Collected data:
+===+

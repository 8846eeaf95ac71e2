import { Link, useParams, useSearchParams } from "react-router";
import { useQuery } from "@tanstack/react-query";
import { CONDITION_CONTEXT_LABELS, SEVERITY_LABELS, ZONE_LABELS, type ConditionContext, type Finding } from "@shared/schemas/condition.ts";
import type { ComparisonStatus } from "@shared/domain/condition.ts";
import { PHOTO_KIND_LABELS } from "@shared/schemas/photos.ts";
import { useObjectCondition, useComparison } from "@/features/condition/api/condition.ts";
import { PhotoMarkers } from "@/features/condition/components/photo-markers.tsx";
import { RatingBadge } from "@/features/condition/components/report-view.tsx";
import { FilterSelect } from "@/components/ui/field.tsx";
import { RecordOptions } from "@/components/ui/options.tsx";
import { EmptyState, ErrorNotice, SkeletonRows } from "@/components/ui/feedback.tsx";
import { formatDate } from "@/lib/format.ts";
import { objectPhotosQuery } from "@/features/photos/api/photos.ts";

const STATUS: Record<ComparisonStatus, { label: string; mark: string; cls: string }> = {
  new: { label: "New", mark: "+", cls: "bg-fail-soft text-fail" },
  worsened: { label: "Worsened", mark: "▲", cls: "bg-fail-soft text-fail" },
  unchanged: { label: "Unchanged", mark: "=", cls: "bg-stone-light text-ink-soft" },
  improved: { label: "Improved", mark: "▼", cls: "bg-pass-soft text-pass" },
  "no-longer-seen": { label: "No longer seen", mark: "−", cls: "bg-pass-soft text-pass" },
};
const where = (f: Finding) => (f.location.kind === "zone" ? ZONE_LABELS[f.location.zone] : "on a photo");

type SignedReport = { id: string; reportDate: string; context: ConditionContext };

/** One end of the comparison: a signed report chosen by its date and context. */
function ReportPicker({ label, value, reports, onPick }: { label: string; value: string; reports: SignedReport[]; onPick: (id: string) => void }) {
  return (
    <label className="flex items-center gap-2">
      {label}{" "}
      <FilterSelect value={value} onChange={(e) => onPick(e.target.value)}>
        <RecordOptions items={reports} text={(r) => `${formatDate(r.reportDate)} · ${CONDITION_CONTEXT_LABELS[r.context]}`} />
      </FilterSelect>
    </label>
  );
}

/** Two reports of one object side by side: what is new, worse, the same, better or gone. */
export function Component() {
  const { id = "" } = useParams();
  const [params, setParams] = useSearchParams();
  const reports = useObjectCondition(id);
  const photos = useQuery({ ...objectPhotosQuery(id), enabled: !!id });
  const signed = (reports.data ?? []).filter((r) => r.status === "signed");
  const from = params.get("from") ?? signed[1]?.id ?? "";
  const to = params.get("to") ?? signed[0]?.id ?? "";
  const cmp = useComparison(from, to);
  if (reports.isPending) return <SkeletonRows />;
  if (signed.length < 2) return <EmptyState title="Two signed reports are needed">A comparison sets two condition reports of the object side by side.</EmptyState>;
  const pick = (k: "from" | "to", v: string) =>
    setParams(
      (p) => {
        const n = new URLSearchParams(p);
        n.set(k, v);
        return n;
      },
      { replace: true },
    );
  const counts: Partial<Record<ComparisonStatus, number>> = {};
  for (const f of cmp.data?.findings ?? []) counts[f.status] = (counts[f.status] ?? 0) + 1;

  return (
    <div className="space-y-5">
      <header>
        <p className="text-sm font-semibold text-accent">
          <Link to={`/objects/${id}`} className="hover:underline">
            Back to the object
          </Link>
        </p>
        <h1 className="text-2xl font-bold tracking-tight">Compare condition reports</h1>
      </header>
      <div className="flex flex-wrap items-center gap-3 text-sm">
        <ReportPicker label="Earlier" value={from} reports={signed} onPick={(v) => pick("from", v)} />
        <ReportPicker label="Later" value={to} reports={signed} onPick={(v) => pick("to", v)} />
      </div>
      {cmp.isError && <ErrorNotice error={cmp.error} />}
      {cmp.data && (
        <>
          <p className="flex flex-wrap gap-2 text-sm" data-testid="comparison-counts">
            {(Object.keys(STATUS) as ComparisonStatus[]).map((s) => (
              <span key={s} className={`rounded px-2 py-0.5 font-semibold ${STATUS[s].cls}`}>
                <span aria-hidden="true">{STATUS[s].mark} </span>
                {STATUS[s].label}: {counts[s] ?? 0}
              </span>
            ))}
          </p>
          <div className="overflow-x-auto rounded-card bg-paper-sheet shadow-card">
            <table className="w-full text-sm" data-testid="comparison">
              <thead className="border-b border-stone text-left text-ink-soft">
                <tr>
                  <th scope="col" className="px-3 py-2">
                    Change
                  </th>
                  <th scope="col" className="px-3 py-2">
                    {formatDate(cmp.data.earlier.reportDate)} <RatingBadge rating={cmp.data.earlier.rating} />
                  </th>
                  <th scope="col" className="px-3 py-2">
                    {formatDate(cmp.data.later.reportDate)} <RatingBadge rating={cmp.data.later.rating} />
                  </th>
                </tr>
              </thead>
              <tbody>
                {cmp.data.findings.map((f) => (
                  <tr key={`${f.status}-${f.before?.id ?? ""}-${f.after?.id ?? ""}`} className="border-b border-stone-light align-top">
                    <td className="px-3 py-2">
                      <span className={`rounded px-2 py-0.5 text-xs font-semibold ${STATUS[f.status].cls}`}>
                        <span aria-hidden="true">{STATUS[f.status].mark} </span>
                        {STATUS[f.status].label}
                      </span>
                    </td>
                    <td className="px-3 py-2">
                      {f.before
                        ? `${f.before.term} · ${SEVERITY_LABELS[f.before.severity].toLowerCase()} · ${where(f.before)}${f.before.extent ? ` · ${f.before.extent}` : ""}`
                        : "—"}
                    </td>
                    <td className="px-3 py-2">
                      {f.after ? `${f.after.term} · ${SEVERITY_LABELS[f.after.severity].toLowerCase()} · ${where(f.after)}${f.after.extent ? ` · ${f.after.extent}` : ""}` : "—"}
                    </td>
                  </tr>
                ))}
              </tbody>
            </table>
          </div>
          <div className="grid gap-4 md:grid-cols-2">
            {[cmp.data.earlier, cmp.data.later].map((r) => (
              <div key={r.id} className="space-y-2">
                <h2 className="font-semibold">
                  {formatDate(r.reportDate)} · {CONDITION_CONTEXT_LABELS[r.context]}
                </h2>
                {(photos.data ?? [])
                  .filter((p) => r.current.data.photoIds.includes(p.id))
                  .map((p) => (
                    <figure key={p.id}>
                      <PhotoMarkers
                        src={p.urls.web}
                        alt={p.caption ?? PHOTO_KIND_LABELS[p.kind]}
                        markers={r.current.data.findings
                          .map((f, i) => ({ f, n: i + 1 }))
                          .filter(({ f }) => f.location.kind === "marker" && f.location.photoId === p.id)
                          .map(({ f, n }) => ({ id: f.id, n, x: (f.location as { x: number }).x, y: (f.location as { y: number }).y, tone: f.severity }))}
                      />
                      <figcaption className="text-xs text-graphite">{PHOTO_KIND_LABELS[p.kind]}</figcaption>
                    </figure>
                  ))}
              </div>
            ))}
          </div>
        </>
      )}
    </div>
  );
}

+===+

Task item ▸
For each line of the entries that contains the word "Link", make a copy.

Written response ▸
import { Link, useParams, useSearchParams } from "react-router";
          <Link to={`/objects/${id}`} className="hover:underline">
          </Link>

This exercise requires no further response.